# Loving home available for female Diamond Dove in Missouri



## Dee_Ann (Jan 4, 2016)

I have one healthy male Diamond Dove that lives in a giant indoor cage. He was housed with his sibling, a male that died. Looking for one female any age however I do not want to purchase from a breeder. Thank you.


----------



## Jay3 (May 4, 2008)

Is there a reason you don't want to purchase from a breeder?


----------



## Dee_Ann (Jan 4, 2016)

A number of reasons, but mostly because, though bred in captivity, these are not domesticated animals, (like dogs and chickens). They are actually wild animals, but usually not provided with an opportunity to engage in natural behaviors. These natural behaviors would include bathing, hiding if startled, flight and foraging. Being deprived of these natural behaviors usually causes chronic stress, reduced quality of life and, ultimately, a shortened lifespan in wild animals.


----------



## Jay3 (May 4, 2008)

Well anyone you get one from may have gotten it from a breeder. I hope you are able to find one.


----------



## Dee_Ann (Jan 4, 2016)

Sorry that my post actually wasn't clear. I am not opposed to obtaining a female Diamond Dove from a breeder, if they have an extra one they would like to rehome.
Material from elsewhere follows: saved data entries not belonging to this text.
def _unwrap(state: dict) -> dict:
    """A shard state, or the result of :func:`shard_add` / :func:`shard_score` holding one (saves a
    task on a cluster)."""
    return state["state"] if "state" in state else state


def shard_add(state: dict, block: np.ndarray, in_place: bool = False) -> dict:
    """Add a block (draws, width) of this shard's observations to its state.

    Returns ``{"state": new state, "totals": T}`` with T (draws,) the block's per-draw sums over the
    shard's observations (:meth:`.streaming.StreamingScorer.accumulate`). The input state is not
    changed, unless ``in_place`` (for a caller in the same process that drops the old state: the
    local pool; tasks sent to Dask never use it), which saves a copy of the state.
    """
    scorer = StreamingScorer.from_state(_unwrap(state), copy=not in_place)
    totals = scorer.accumulate(block)
    return {"state": scorer.to_state(copy=False), "totals": totals}


def shard_rebuild(state: dict, draws: np.ndarray, k: int) -> dict:
    """The shard's state with its PSIS buffer rebuilt at size ``k`` from every draw so far.

    ``draws`` is (total draws, width): all draws of the shard's observations, any draw order.
    """
    data = np.asarray(draws, dtype=float)
    scorer = StreamingScorer.from_state(_unwrap(state), reader=lambda a, b: data[:, a:b])
    scorer._rebuild(int(k))
    return scorer.to_state(copy=False)


def shard_parts(state: dict, r_eff: np.ndarray) -> dict:
    """The shard's pointwise parts (:meth:`.streaming.StreamingScorer.pointwise_parts`), every tail
    evaluated; the state is only read."""
    scorer = StreamingScorer.from_state(_unwrap(state), copy=False)  # read only
    return scorer.pointwise_parts(np.asarray(r_eff, dtype=float))


def shard_score(state: dict, r_eff: np.ndarray, in_place: bool = False) -> dict:
    """The shard's pointwise parts from incremental scoring (:mod:`.tail_buffer`).

    Returns ``{"state": new state (its tail cache refreshed), "parts": pointwise parts}``; only the
    observations whose PSIS tail changed since the last call are refitted. The input state is not
    changed unless ``in_place`` (as for :func:`shard_add`).
    """
    scorer = StreamingScorer.from_state(_unwrap(state), copy=not in_place)
    parts = scorer.pointwise_parts(np.asarray(r_eff, dtype=float), incremental=True)
    return {"state": scorer.to_state(copy=False), "parts": parts}


# ----------------------------------------------------------------------------------- pools
class LocalPool:
    """Runs the shard tasks on a local thread pool; handles are the values themselves."""

    in_place = True  # the states live in this process only: tasks may update them in place
    batch_values = 0  # blocks go to the shards as they come

    def __init__(self, workers: int | None = None):
        self._executor = ThreadPoolExecutor(max_workers=workers)

    def map(self, fn: Callable, *arg_lists) -> list:
        """``[fn(*args) for args in zip(*arg_lists)]``, run in parallel; waits for all."""
        return [f.result() for f in [self._executor.submit(fn, *args) for args in zip(*arg_lists)]]

    def item(self, handles: list, key) -> list:
        return [h[key] for h in handles]

    def send(self, values: list) -> list:
        return list(values)

    def gather(self, handles: list) -> list:
        return list(handles)

    def close(self):
        self._executor.shutdown(wait=True)


class DaskPool:
    """Runs the shard tasks on a Dask ``distributed`` cluster; handles are futures.

    ``client`` is a ``distributed.Client`` or a scheduler address (``tcp://host:8786``).
    ``batch_values``: blocks are held back and joined until this many values wait (or a snapshot
    is asked for), since each send costs round trips to the scheduler. The shard states stay on
    the workers (each task takes the future of the previous state), blocks are scattered to the
    cluster, and only the per-draw totals and the pointwise parts come back.
    Every worker needs the same Python environment with chainvigil installed; it needs no access to
    the service's files (the service sends the draws).
    """

    in_place = False  # a task never changes its input (Dask may hold or reuse it)

    def __init__(self, client, batch_values: int = 1 << 22):
        self.batch_values = int(batch_values)
        try:
            import distributed
        except ImportError as err:  # the optional extra
            raise ImportError("a Dask cluster needs the optional extra: pip install 'chainvigil[cluster]'"
                              ) from err
        self._own = not isinstance(client, distributed.Client)
        self.client = distributed.Client(client) if self._own else client

    def map(self, fn: Callable, *arg_lists) -> list:
        # pure=False: the same state and block may legitimately be submitted twice (e.g. after a
        # failed gather); every call is its own task
        return [self.client.submit(fn, *args, pure=False) for args in zip(*arg_lists)]

    def item(self, handles: list, key) -> list:
        return [self.client.submit(operator.getitem, h, key, pure=False) for h in handles]

    def send(self, values: list) -> list:
        return self.client.scatter(list(values), direct=False)  # one round trip for all

    def gather(self, handles: list) -> list:
        return self.client.gather(handles)

    def close(self):
        if self._own:
            self.client.close()
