impl Constraints {
    /// No constraint at all.
    pub fn none(labels: usize) -> Constraints {
        Constraints {
            labels,
            allowed: vec![true; labels * labels],
            may_start: vec![true; labels],
            may_end: vec![true; labels],
        }
    }

    /// Constraints from predicates on label ids.
    pub fn from_fn(
        labels: usize,
        allowed: impl Fn(Option<usize>, usize) -> bool,
        may_end: impl Fn(usize) -> bool,
    ) -> Constraints {
        let mut table = vec![false; labels * labels];
        for p in 0..labels {
            for n in 0..labels {
                table[p * labels + n] = allowed(Some(p), n);
            }
        }
        Constraints {
            labels,
            allowed: table,
            may_start: (0..labels).map(|n| allowed(None, n)).collect(),
            may_end: (0..labels).map(may_end).collect(),
        }
    }

    /// Checks that the tables fit `labels` labels.
    pub fn check(&self, labels: usize) -> Result<(), String> {
        let ok = self.labels == labels
            && self.allowed.len() == labels * labels
            && self.may_start.len() == labels
            && self.may_end.len() == labels;
        if ok {
            Ok(())
        } else {
            Err("scheme constraints of the wrong size".into())
        }
    }

    /// Whether `prev → next` is allowed.
    pub fn allows(&self, prev: usize, next: usize) -> bool {
        self.allowed[prev * self.labels + next]
    }
}

/// Decoding weights: per feature the labels it has a weight for, and a
/// dense transition table with a start row and an end column.
///
/// The rows lie one after another in one buffer, so a model of millions
/// of features loads as a few buffers rather than one allocation per
/// feature. They are kept in whichever of two layouts takes less memory:
/// compressed rows (an offset per feature and its `(label, weight)`
/// entries), or, with few labels, a dense row of every label's weight per
/// feature. The dense layout reads one place in memory per feature
/// instead of two, which matters when the tables are far larger than the
/// processor's caches; its zeros change no score.
#[derive(Clone, Debug, PartialEq, serde::Serialize, serde::Deserialize)]
#[serde(into = "RawWeights", try_from = "RawWeights")]
pub struct Weights {
    labels: usize,
    rows: Rows,
    /// `(labels + 1)²`: row `labels` is the start, column `labels` the
    /// end.
    transitions: Vec<f32>,
}

/// The two layouts of the feature weights.
#[derive(Clone, Debug, PartialEq)]
enum Rows {
    /// Feature `f`'s entries are `entries[ends[f - 1]..ends[f]]` (from 0
    /// for `f = 0`), `(label, weight)` sorted by label.
    Sparse { ends: Vec<u64>, entries: Vec<(u32, f32)> },
    /// Feature `f`'s weight for label `y` is `values[f * labels + y]`.
    Dense { features: usize, values: Vec<f32> },
}

/// How [`Weights`] are written: the row lengths, then the labels and
/// the weights of all rows' nonzero entries as little-endian bytes (read
/// in one go instead of one number at a time).
#[derive(serde::Serialize, serde::Deserialize)]
struct RawWeights {
    labels: usize,
    lengths: Vec<u32>,
    entry_labels: Bytes,
    entry_weights: Bytes,
    transitions: Vec<f32>,
}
For example, if they would like to reduce the number of birds they are housing, or have one that is not successful etc. To be clear, I am not wanting to buy a bird being sold for-profit. All of my birds are rescued from overcrowded conditions. I would be happy to take one off of someone's hands if they have recently experienced changes in their life circumstances, for example. Thanks again for your interest in my post.


----------



## Jay3 (May 4, 2008)

People are on here off and on looking to rehome. I hope something turns up.


----------



## Dee_Ann (Jan 4, 2016)

Thank you!


----------